Calgary Herald

Bana keen to play the villain

- CASSANDRA SZKLARSKI

Presented with the chance to play either a troubled ex-boxer eager for redemption or a volatile psycho-killer with a hair-trigger temper, Aussie actor Eric Bana saw little choice at all.

He leaped at the opportunit­y to let loose as the volatile villain in Deadfall, a robber named Addison whose crime spree reaches its apex in a tense Thanksgivi­ng day standoff with Jay, the fallen fighter.

Bana’s agent thought he’d prefer the more sympatheti­c character but Bana says he was drawn to Addison’s dangerous complexiti­es.

“It was the most interestin­gly written character as far as I was concerned,” Bana says in a recent phone interview from Los Angeles.

“It was really well-written and very descriptiv­e and I actually found it quite humorous as well. In a sort of twisted way,” adds Bana, who adopted a deep southern U.S. drawl for the part.

The story follows Addison and his younger sister Liza as they scramble toward the Canadian border in the wake of a botched casino heist. They are forced to split up and proceed on foot just as a blizzard descends — creating near-whiteout conditions that provide a stark visual backdrop as each sibling entangles unwitting bystanders in their escape.

Bana, whose diverse credits include playing a tortured super-hero in Hulk, an idealistic Mossad agent in Munich and a loopy rugby fanatic in Funny People, relished the chance to explore a monstrous mind.

“When you’ve got a character like Addison who has an internal kind of moral compass that’s unflinchin­g, I think that always makes those characters a bit scarier because you know that you can’t reason with them and that they have total conviction in the fact that what they’re doing is the right thing,” he says.

Addison’s only alliance is to his fragile sister Liza, played by Olivia Wilde.
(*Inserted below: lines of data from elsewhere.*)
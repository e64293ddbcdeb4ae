"""The cascade as the rest of tessera uses it: specify, train a node, save and load models, the
receptive radius (halo), and predict a window, a section or a frame.

Stages and workflow jobs import from here, not from the cascade's inner modules, so the inside
can be rearranged without touching them.
"""

from tessera.cascade.model import (
    CascadeSpec,
    ancestors,
    cascade_spec,
    fit_cascade,
    frame_memory_bytes,
    load_node,
    mirrored_stack,
    mirrored_window,
    node_feature_names,
    node_inputs,
    nodes,
    out_of_fold_maps,
    predict_frame,
    predict_section,
    prepare_tile,
    receptive_radius,
    save_node,
    train_node,
)

__all__ = [
    "CascadeSpec",
    "ancestors",
    "cascade_spec",
    "fit_cascade",
    "frame_memory_bytes",
    "load_node",
    "mirrored_stack",
    "mirrored_window",
    "node_feature_names",
    "node_inputs",
    "nodes",
    "out_of_fold_maps",
    "predict_frame",
    "predict_section",
    "prepare_tile",
    "receptive_radius",
    "save_node",
    "train_node",
]
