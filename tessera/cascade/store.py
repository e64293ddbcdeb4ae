"""A trained node and its file: arrays + JSON in one .npz, never pickle, with a SHA-256 of the
content checked before use."""

import hashlib
import io
import json
from dataclasses import dataclass

import numpy as np

from tessera.cascade.classifiers import classifier_from_state
from tessera.cascade.frame import node_feature_names
from tessera.cascade.spec import CascadeSpec, node_settings, spec_from_settings
from tessera.errors import TesseraInputError
from tessera.io.atomic import atomic_path
from tessera.io.npz_archives import NPZ_READ_ERRORS

MODEL_FORMAT = 2  # 2: the payload's SHA-256 is recorded in the metadata


@dataclass
class NodeModel:
    """A trained node: the classifier fitted on all training tiles, one per fold, and metadata.

    The fold classifiers give the out-of-fold context of training tiles to later nodes (each
    training tile is predicted by the fold model that did not see it); the full classifier is
    used for everything else.
    """

    spec: CascadeSpec
    stage: int
    level: int
    classifier: object
    fold_classifiers: list
    meta: dict

    @property
    def node(self):
        return (self.stage, self.level)

    def for_tile(self, fold):
        return self.fold_classifiers[fold] if fold >= 0 else self.classifier


# What a message about an unusable model file tells the user to do, unless the caller (who knows
# how the file is made) says better.
REBUILD_HINT = "train the node again to rebuild it"


def payload_sha256(arrays, meta):
    """SHA-256 of a model's content: every array (name, dtype, shape, bytes, in name order), then
    the metadata as sorted JSON without the digest itself.

    Recorded in the metadata when the file is written and compared before the model is used, so
    a model whose numbers changed after training is refused even where the zip container is intact.

    Examples
    --------
    >>> a = payload_sha256({"w": np.zeros(2)}, {"stage": 1})
    >>> a == payload_sha256({"w": np.zeros(2)}, {"stage": 1, "payload_sha256": "x"})
    True
    >>> a == payload_sha256({"w": np.array([0.0, 1e-300])}, {"stage": 1})
    False
    """
    digest = hashlib.sha256()
    for name in sorted(arrays):
        values = np.ascontiguousarray(arrays[name])
        digest.update(json.dumps([name, values.dtype.str, list(values.shape)]).encode() + b"\0")
        digest.update(values.tobytes())
    plain = {k: v for k, v in meta.items() if k != "payload_sha256"}
    digest.update(json.dumps(plain, sort_keys=True).encode())
    return digest.hexdigest()


def save_node(model, path_or_file):
    """Write a node to an .npz holding only numeric arrays (metadata as UTF-8 JSON bytes).

    A path is written atomically (:func:`tessera.io.atomic.atomic_path`): a failed write leaves the
    previous model file as it was.

    The metadata records :func:`payload_sha256` of the content; :func:`load_node` checks it.
    """
    payload, clf_metas = {}, []
    for i, clf in enumerate([model.classifier, *model.fold_classifiers]):
        arrays, clf_meta = clf.to_state()
        payload.update({f"clf{i}__{k}": v for k, v in arrays.items()})
        clf_metas.append(clf_meta)
    meta = dict(model.meta, classifiers=clf_metas)
    meta["payload_sha256"] = payload_sha256(payload, meta)
    payload["meta_json"] = np.frombuffer(json.dumps(meta, sort_keys=True).encode(), dtype=np.uint8)
    buffer = io.BytesIO()
    np.savez_compressed(buffer, **payload)
    data = buffer.getvalue()
    if hasattr(path_or_file, "write"):
        path_or_file.write(data)
    else:
        with atomic_path(path_or_file) as tmp, open(tmp, "wb") as fh:
            fh.write(data)


def load_node(path, *, target=None, spec=None, stage=None, level=None, hint=REBUILD_HINT):
    """Read a node saved by :func:`save_node`, refusing one made for something else.

    Parameters
    ----------
    path : str or Path
    target, spec, stage, level : optional
        When given, must match the model's metadata exactly.
    hint : str
        How to rebuild a file that cannot be used, ending the messages about it (a workflow
        names the step that writes the file).

    Raises
    ------
    TesseraInputError
        Truncated, damaged or foreign file, an array holding Python objects (never unpickled),
        content that does not match the SHA-256 recorded when the file was written, other model
        format, or a mismatch with what was asked for.
    """
    arrays, meta = _read_checked(path, hint)
    try:
        model_spec = spec_from_settings(meta["spec"], stages=meta["stage"])
    except (KeyError, TypeError):
        raise TesseraInputError("model metadata lacks its cascade settings", source=path) from None
    checks = [
        ("target", target, meta.get("target")),
        ("stage", stage, meta.get("stage")),
        ("level", level, meta.get("level")),
    ]
    for name, wanted, found in checks:
        if wanted is not None and wanted != found:
            raise TesseraInputError(
                f"model is for {name} {found!r}, expected {wanted!r}", source=path
            )
    if spec is not None and node_settings(spec) != meta["spec"]:
        diff = sorted(k for k, v in node_settings(spec).items() if meta["spec"].get(k) != v)
        raise TesseraInputError(
            f"model was trained with other cascade settings ({', '.join(diff)})", source=path
        )
    if meta.get("features") != node_feature_names(model_spec, meta["stage"], meta["level"]):
        raise TesseraInputError(
            "model's feature list does not match this version's features", source=path
        )
    classifiers = []
    for i, clf_meta in enumerate(meta.get("classifiers", [])):
        prefix = f"clf{i}__"
        clf_arrays = {k[len(prefix) :]: v for k, v in arrays.items() if k.startswith(prefix)}
        try:
            classifiers.append(classifier_from_state(clf_arrays, clf_meta))
        except TesseraInputError as exc:
            raise TesseraInputError(str(exc), source=path) from None
    if len(classifiers) != model_spec.folds + 1:
        raise TesseraInputError(
            f"model holds {len(classifiers)} classifiers, expected {model_spec.folds + 1}",
            source=path,
        )
    return NodeModel(
        model_spec, meta["stage"], meta["level"], classifiers[0], classifiers[1:], meta
    )


def _read_checked(path, hint):
    """The arrays and metadata of a model file whose format and recorded SHA-256 are right."""
    arrays = _read_plain_arrays(path, hint)
    if "meta_json" not in arrays:
        raise TesseraInputError("not a tessera model file (no metadata)", source=path)
    try:
        meta = json.loads(arrays.pop("meta_json").tobytes().decode())
        if not isinstance(meta, dict):
            raise ValueError("not a JSON object")
    except (UnicodeDecodeError, ValueError):  # json.JSONDecodeError is a ValueError
        raise TesseraInputError(f"model metadata is damaged; {hint}", source=path) from None
    if meta.get("format") != MODEL_FORMAT:
        raise TesseraInputError(
            f"model format {meta.get('format')!r} is not {MODEL_FORMAT} (made by tessera "
            f"{meta.get('tessera_version')}); retrain it with this version ({hint})",
            source=path,
        )
    if meta.get("payload_sha256") != payload_sha256(arrays, meta):
        raise TesseraInputError(
            f"model content does not match the SHA-256 recorded when it was written (altered or damaged); "
            f"{hint}",
            source=path,
        )
    return arrays, meta


def _read_plain_arrays(path, hint):
    """Every array of an .npz, refusing object arrays (``allow_pickle=False``: nothing is unpickled)."""
    try:
        with open(path, "rb") as fh, np.load(fh, allow_pickle=False) as data:
            arrays = {}
            for name in data.files:
                try:
                    arrays[name] = data[name]
                except ValueError as exc:
                    # numpy refuses object (pickled) arrays here, before unpickling anything
                    raise TesseraInputError(
                        f"array {name!r} cannot be read as plain numbers ({exc}); model files hold numeric arrays "
                        f"only and are never unpickled; {hint}",
                        source=path,
                    ) from None
    except TesseraInputError:
        raise
    except FileNotFoundError:
        raise TesseraInputError(f"model file not found; {hint}", source=path) from None
    except NPZ_READ_ERRORS as exc:
        raise TesseraInputError(
            f"not a readable model file (truncated or damaged?): {exc}; {hint}", source=path
        ) from None
    return arrays
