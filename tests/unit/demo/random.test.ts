import { describe, expect, it } from "vitest";
import { addDays, parseDay } from "../../../server/demo/calendar";
import { Random } from "../../../server/demo/random";
import { wholePercentages } from "../../../server/demo/summarize";

describe("seeded random numbers", () => {
  it("produces mulberry32's reference sequence", () => {
    // Computed here by compiling the reference C version of mulberry32 (Tommy Ettinger, 2017; the C text
    // written from memory): state += 0x6D2B79F5; z = (z ^ z >> 15) * (z | 1); z ^= z + (z ^ z >> 7) * (z | 61);
    // return z ^ z >> 14.
    const random = new Random(99);
    expect([1, 2, 3, 4, 5].map(() => random.nextUint32())).toEqual([1118692146, 3456687457, 2323025554, 2964572940, 4890715]);
    const other = new Random(20261201);
    expect([1, 2, 3].map(() => other.nextUint32())).toEqual([1214187109, 1007508439, 461233435]);
  });

  it("repeats for the same seed and differs between seeds and parts", () => {
    const draw = (r: Random) => Array.from({ length: 20 }, () => r.next());
    expect(draw(new Random(7))).toEqual(draw(new Random(7)));
    expect(draw(new Random(7))).not.toEqual(draw(new Random(8)));
    expect(draw(Random.forPart(7, "fleet"))).not.toEqual(draw(Random.forPart(7, "schedule")));
  });

  it("keeps every helper inside its range", () => {
    const random = new Random(1);
    const ints = new Set<number>();
    const outside: number[] = [];
    for (let i = 0; i < 2000; i++) {
      const u = random.next();
      if (!(u >= 0 && u < 1)) outside.push(u);
      ints.add(random.int(3, 6));
    }
    expect(outside).toEqual([]);
    expect([...ints].sort()).toEqual([3, 4, 5, 6]); // both ends reached, nothing outside
    expect(new Random(2).shuffled([1, 2, 3, 4, 5]).sort()).toEqual([1, 2, 3, 4, 5]);
    expect(() => random.pick([])).toThrow(RangeError);
  });

  it("draws normal deviates with the asked mean and spread", () => {
    const random = new Random(3);
    const values = Array.from({ length: 40_000 }, () => random.normal(10, 2));
    const mean = values.reduce((a, b) => a + b, 0) / values.length;
    const sd = Math.sqrt(values.reduce((a, b) => a + (b - mean) ** 2, 0) / (values.length - 1));
    // Standard error of the mean is 2 / sqrt(40000) = 0.01; allow 5 of them.
    expect(Math.abs(mean - 10)).toBeLessThan(0.05);
    expect(Math.abs(sd - 2)).toBeLessThan(0.05);
    // About 95.45 % within two standard deviations (normal distribution, common practice "68-95-99.7").
    const within = values.filter((v) => Math.abs(v - 10) <= 4).length / values.length;
    expect(within).toBeGreaterThan(0.95);
    expect(within).toBeLessThan(0.959);
  });

  it("draws Poisson counts with the asked mean", () => {
    const random = new Random(4);
    const counts = Array.from({ length: 20_000 }, () => random.poisson(0.6));
    const mean = counts.reduce((a, b) => a + b, 0) / counts.length;
    expect(Math.abs(mean - 0.6)).toBeLessThan(0.03);
    // P(0) = e^-0.6 = 0.5488 (Poisson definition, computed).
    expect(Math.abs(counts.filter((c) => c === 0).length / counts.length - 0.5488)).toBeLessThan(0.02);
  });
});

describe("whole percentages that add up to 100", () => {
  it("rounds by largest remainder", () => {
    expect(wholePercentages([100 / 3, 100 / 3, 100 / 3])).toEqual([34, 33, 33]);
    expect(wholePercentages([12.5, 12.5, 75])).toEqual([13, 12, 75]);
    expect(wholePercentages([66.7, 16.65, 16.65])).toEqual([67, 17, 16]);
    expect(wholePercentages([0, 0, 100])).toEqual([0, 0, 100]);
    expect(wholePercentages([99.6, 0.4, 0])).toEqual([100, 0, 0]);
  });

  it("always sums to exactly 100 for shares of n items", () => {
    for (let n = 1; n <= 300; n += 7) {
      for (let a = 0; a <= n; a += 3) {
        const b = Math.floor((n - a) / 2);
        const shares = [a, b, n - a - b].map((k) => (100 * k) / n);
        const whole = wholePercentages(shares);
        expect(whole.reduce((x, y) => x + y, 0)).toBe(100);
        whole.forEach((w, i) => expect(Math.abs(w - shares[i])).toBeLessThan(1));
      }
    }
  });
});

describe("demo calendar", () => {
  it("knows leap years", () => {
    expect(addDays("2024-02-28", 1)).toBe("2024-02-29"); // 2024 is a leap year
    expect(addDays("2025-02-28", 1)).toBe("2025-03-01");
    expect(() => parseDay("2025-02-29")).toThrow(RangeError);
    expect(() => parseDay("1 Dec 2026")).toThrow(RangeError);
  });
});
Their disturbing­ly tight bond hints at a sinister family history that is intentiona­lly left vague.

“That was gloriously ambiguous and (director) Stefan (Ruzowitzky) was great,” Bana says of the Austrian filmmaker, who won a foreignlan­guage film Oscar for 2007’s The Counterfei­ters.

“He basically told Olivia and I to make up our own version of our backstory and not discuss it with each other, which kind of made it a bit creepier and kind of more interestin­g in a way. ”

Although Bana played a similarly demented ex-con in the 2001 Australian film Chopper, he admits that Addison is much darker than his more recent Hollywood roles.

“I’ve been lucky enough to be able to jump around a bit and haven’t been grossly pigeonhole­d, which has been nice but also a kind of conscious thing,” he says.

Deadfall opens in Toronto, Calgary and Montreal on Friday.